Please repeat each entry. Match every word exactly.

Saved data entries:
+ + + + + + +
"""Which readings stand at a pass, and what was read at the same stations before."""

from collections.abc import Collection, Iterable
from dataclasses import dataclass
from datetime import datetime

from django.db.models import Q, QuerySet

from logbook.engines.models import LimitLine, LimitSheet
from logbook.work.models import Task, WorkOrder

from .models import Act, Finding, Measurement, Reading

MOST_PASSES_A_VISIT = 6
MOST_LOOKED_BACK = 1000  # readings; assess bounds its document likewise


@dataclass(frozen=True)
class Answer:
    """What stands at a station: the repeats as typed, or why nothing was measured."""

    texts: tuple[str, ...] = ()
    not_measured: str = ""

    @property
    def typed(self) -> str:
        """The repeats as one entry of the grammar."""
        return "; ".join(self.texts)

    def with_another(self, text: str) -> "Answer":
        """The answer with one more repeat."""
        return Answer((*self.texts, text))


def answers_of(readings: Iterable[Reading]) -> dict[str, Answer]:
    """Gather standing readings by station, in the order they were recorded."""
    found: dict[str, Answer] = {}
    for reading in readings:
        if reading.not_measured:
            found[reading.station] = Answer(not_measured=reading.not_measured)
        else:
            found[reading.station] = found.get(reading.station, Answer()).with_another(reading.typed)
    return found


def with_its_job(measurements: QuerySet[Measurement]) -> QuerySet[Measurement]:
    """Passes with everything a judgement starts from: gauge, job, engine or part, shop."""
    return measurements.select_related(
        "gauge", "task__work_order__engine", "task__work_order__part", "task__work_order__shop"
    )


def standing_at(measurement: Measurement) -> list[Reading]:
    """Readings that stand at a pass, in the order they were recorded."""
    return list(measurement.readings.standing().order_by("recorded_at", "pk"))


def earlier_readings(measurement: Measurement, stations: Collection[str] | None = None) -> list[Reading]:
    """Values read before a pass at the same engine or part by the same kind, newest pass first; bounded.

    Parameters
    ----------
    stations : collection of str, optional
        Only these; without it every station.
    """
    order = measurement.task.work_order
    rows = Reading.objects.standing().filter(
        Q(measurement__opened_at__lt=measurement.opened_at)
        | Q(measurement__opened_at=measurement.opened_at, measurement__pk__lt=measurement.pk),
        shop_id=measurement.shop_id, measurement__kind=measurement.kind, not_measured="",
        measurement__task__work_order__engine=order.engine_id, measurement__task__work_order__part=order.part_id,
    )  # fmt: skip
    rows = rows.exclude(measurement__task__work_order__state=WorkOrder.State.DROPPED)
    if stations is not None:
        rows = rows.filter(station__in=stations)
    rows = rows.select_related("measurement__gauge", "measurement__task")
    return list(rows.order_by("-measurement__opened_at", "-measurement_id", "recorded_at", "pk")[:MOST_LOOKED_BACK])


def last_passes(readings: Iterable[Reading]) -> dict[Measurement, dict[str, Answer]]:
    """Of earlier readings, newest pass first, keep each station's last as found and last as left, dry and wet apart.

    Gives passes, oldest first, with the answers kept of each.
    """
    owner: dict[tuple[str, str, bool], int] = {}
    kept: dict[Measurement, list[Reading]] = {}
    for reading in readings:
        one = reading.measurement
        taken = owner.setdefault((reading.station, one.phase, bool(one.conditions.get("wet"))), one.pk)
        if taken == one.pk:
            kept.setdefault(one, []).append(reading)
    return {one: answers_of(kept[one]) for one in reversed(kept)}


def sheet_in_force(engine_id: int | None, at: object) -> LimitSheet | None:
    """The limit sheet that judges an engine at a moment: the newest that is in force by then."""
    if engine_id is None:
        return None
    return LimitSheet.objects.filter(engine=engine_id, in_force_at__lte=at).order_by("-version").first()


def lines_for(sheet: LimitSheet | None, kind: str, on: object) -> list[LimitLine]:
    """A sheet's lines for a kind; a provisional one leaves after its last day."""
    if sheet is None:
        return []
    lines = sheet.lines.filter(characteristic__startswith=f"{kind}.")
    return list(lines.filter(Q(provisional_until=None) | Q(provisional_until__gte=on)))


def stations_found(task: Task) -> set[str]:
    """Stations of a task whose as-found is answered, by a value or by why there is none."""
    found = Reading.objects.standing().filter(measurement__task=task, measurement__phase=Measurement.Phase.AS_FOUND)
    return set(found.values_list("station", flat=True))


def is_acted_on(measurement: Measurement, station: str) -> bool:
    """Tell whether something was done at a station of this task, or a value left there: its as-found is closed then."""
    if Act.objects.filter(task=measurement.task_id, station=station).exists():
        return True
    left = Reading.objects.standing().filter(measurement__task=measurement.task_id, station=station)
    return left.filter(measurement__phase=Measurement.Phase.AS_LEFT).exists()


def last_visit(task: Task, station: str, before: datetime) -> Finding | None:
    """What a station was left at on the job before this one, else found at; None where nothing was ever read."""
    order = task.work_order
    rows = Finding.objects.standing().filter(
        shop_id=task.shop_id, station=station, measurement__kind=task.kind, measurement__opened_at__lt=before,
        measurement__task__work_order__engine=order.engine_id, measurement__task__work_order__part=order.part_id,
        judgement__value__isnull=False,
    )  # fmt: skip
    rows = rows.exclude(measurement__task__work_order=order).exclude(
        measurement__task__work_order__state=WorkOrder.State.DROPPED
    )
    newest = rows.select_related("measurement").order_by("-measurement__opened_at", "-pk")[:MOST_PASSES_A_VISIT]
    found = [one for one in newest if one.measurement.task_id == newest[0].measurement.task_id]
    left = [one for one in found if one.measurement.phase == Measurement.Phase.AS_LEFT]
    return next(iter([*left, *found]), None)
+ + + + + + +
Written response:
"""Which readings stand at a pass, and what was read at the same stations before."""

from collections.abc import Collection, Iterable
from dataclasses import dataclass
from datetime import datetime

from django.db.models import Q, QuerySet

from logbook.engines.models import LimitLine, LimitSheet
from logbook.work.models import Task, WorkOrder

from .models import Act, Finding, Measurement, Reading

MOST_PASSES_A_VISIT = 6
MOST_LOOKED_BACK = 1000  # readings; assess bounds its document likewise


@dataclass(frozen=True)
class Answer:
    """What stands at a station: the repeats as typed, or why nothing was measured."""

    texts: tuple[str, ...] = ()
    not_measured: str = ""

    @property
    def typed(self) -> str:
        """The repeats as one entry of the grammar."""
        return "; ".join(self.texts)

    def with_another(self, text: str) -> "Answer":
        """The answer with one more repeat."""
        return Answer((*self.texts, text))


def answers_of(readings: Iterable[Reading]) -> dict[str, Answer]:
    """Gather standing readings by station, in the order they were recorded."""
    found: dict[str, Answer] = {}
    for reading in readings:
        if reading.not_measured:
            found[reading.station] = Answer(not_measured=reading.not_measured)
        else:
            found[reading.station] = found.get(reading.station, Answer()).with_another(reading.typed)
    return found


def with_its_job(measurements: QuerySet[Measurement]) -> QuerySet[Measurement]:
    """Passes with everything a judgement starts from: gauge, job, engine or part, shop."""
    return measurements.select_related(
        "gauge", "task__work_order__engine", "task__work_order__part", "task__work_order__shop"
    )


def standing_at(measurement: Measurement) -> list[Reading]:
    """Readings that stand at a pass, in the order they were recorded."""
    return list(measurement.readings.standing().order_by("recorded_at", "pk"))


def earlier_readings(measurement: Measurement, stations: Collection[str] | None = None) -> list[Reading]:
    """Values read before a pass at the same engine or part by the same kind, newest pass first; bounded.

    Parameters
    ----------
    stations : collection of str, optional
        Only these; without it every station.
    """
    order = measurement.task.work_order
    rows = Reading.objects.standing().filter(
        Q(measurement__opened_at__lt=measurement.opened_at)
        | Q(measurement__opened_at=measurement.opened_at, measurement__pk__lt=measurement.pk),
        shop_id=measurement.shop_id, measurement__kind=measurement.kind, not_measured="",
        measurement__task__work_order__engine=order.engine_id, measurement__task__work_order__part=order.part_id,
    )  # fmt: skip
    rows = rows.exclude(measurement__task__work_order__state=WorkOrder.State.DROPPED)
    if stations is not None:
        rows = rows.filter(station__in=stations)
    rows = rows.select_related("measurement__gauge", "measurement__task")
    return list(rows.order_by("-measurement__opened_at", "-measurement_id", "recorded_at", "pk")[:MOST_LOOKED_BACK])


def last_passes(readings: Iterable[Reading]) -> dict[Measurement, dict[str, Answer]]:
    """Of earlier readings, newest pass first, keep each station's last as found and last as left, dry and wet apart.

    Gives passes, oldest first, with the answers kept of each.
    """
    owner: dict[tuple[str, str, bool], int] = {}
    kept: dict[Measurement, list[Reading]] = {}
    for reading in readings:
        one = reading.measurement
        taken = owner.setdefault((reading.station, one.phase, bool(one.conditions.get("wet"))), one.pk)
        if taken == one.pk:
            kept.setdefault(one, []).append(reading)
    return {one: answers_of(kept[one]) for one in reversed(kept)}


def sheet_in_force(engine_id: int | None, at: object) -> LimitSheet | None:
    """The limit sheet that judges an engine at a moment: the newest that is in force by then."""
    if engine_id is None:
        return None
    return LimitSheet.objects.filter(engine=engine_id, in_force_at__lte=at).order_by("-version").first()


def lines_for(sheet: LimitSheet | None, kind: str, on: object) -> list[LimitLine]:
    """A sheet's lines for a kind; a provisional one leaves after its last day."""
    if sheet is None:
        return []
    lines = sheet.lines.filter(characteristic__startswith=f"{kind}.")
    return list(lines.filter(Q(provisional_until=None) | Q(provisional_until__gte=on)))


def stations_found(task: Task) -> set[str]:
    """Stations of a task whose as-found is answered, by a value or by why there is none."""
    found = Reading.objects.standing().filter(measurement__task=task, measurement__phase=Measurement.Phase.AS_FOUND)
    return set(found.values_list("station", flat=True))


def is_acted_on(measurement: Measurement, station: str) -> bool:
    """Tell whether something was done at a station of this task, or a value left there: its as-found is closed then."""
    if Act.objects.filter(task=measurement.task_id, station=station).exists():
        return True
    left = Reading.objects.standing().filter(measurement__task=measurement.task_id, station=station)
    return left.filter(measurement__phase=Measurement.Phase.AS_LEFT).exists()


def last_visit(task: Task, station: str, before: datetime) -> Finding | None:
    """What a station was left at on the job before this one, else found at; None where nothing was ever read."""
    order = task.work_order
    rows = Finding.objects.standing().filter(
        shop_id=task.shop_id, station=station, measurement__kind=task.kind, measurement__opened_at__lt=before,
        measurement__task__work_order__engine=order.engine_id, measurement__task__work_order__part=order.part_id,
        judgement__value__isnull=False,
    )  # fmt: skip
    rows = rows.exclude(measurement__task__work_order=order).exclude(
        measurement__task__work_order__state=WorkOrder.State.DROPPED
    )
    newest = rows.select_related("measurement").order_by("-measurement__opened_at", "-pk")[:MOST_PASSES_A_VISIT]
    found = [one for one in newest if one.measurement.task_id == newest[0].measurement.task_id]
    left = [one for one in found if one.measurement.phase == Measurement.Phase.AS_LEFT]
    return next(iter([*left, *found]), None)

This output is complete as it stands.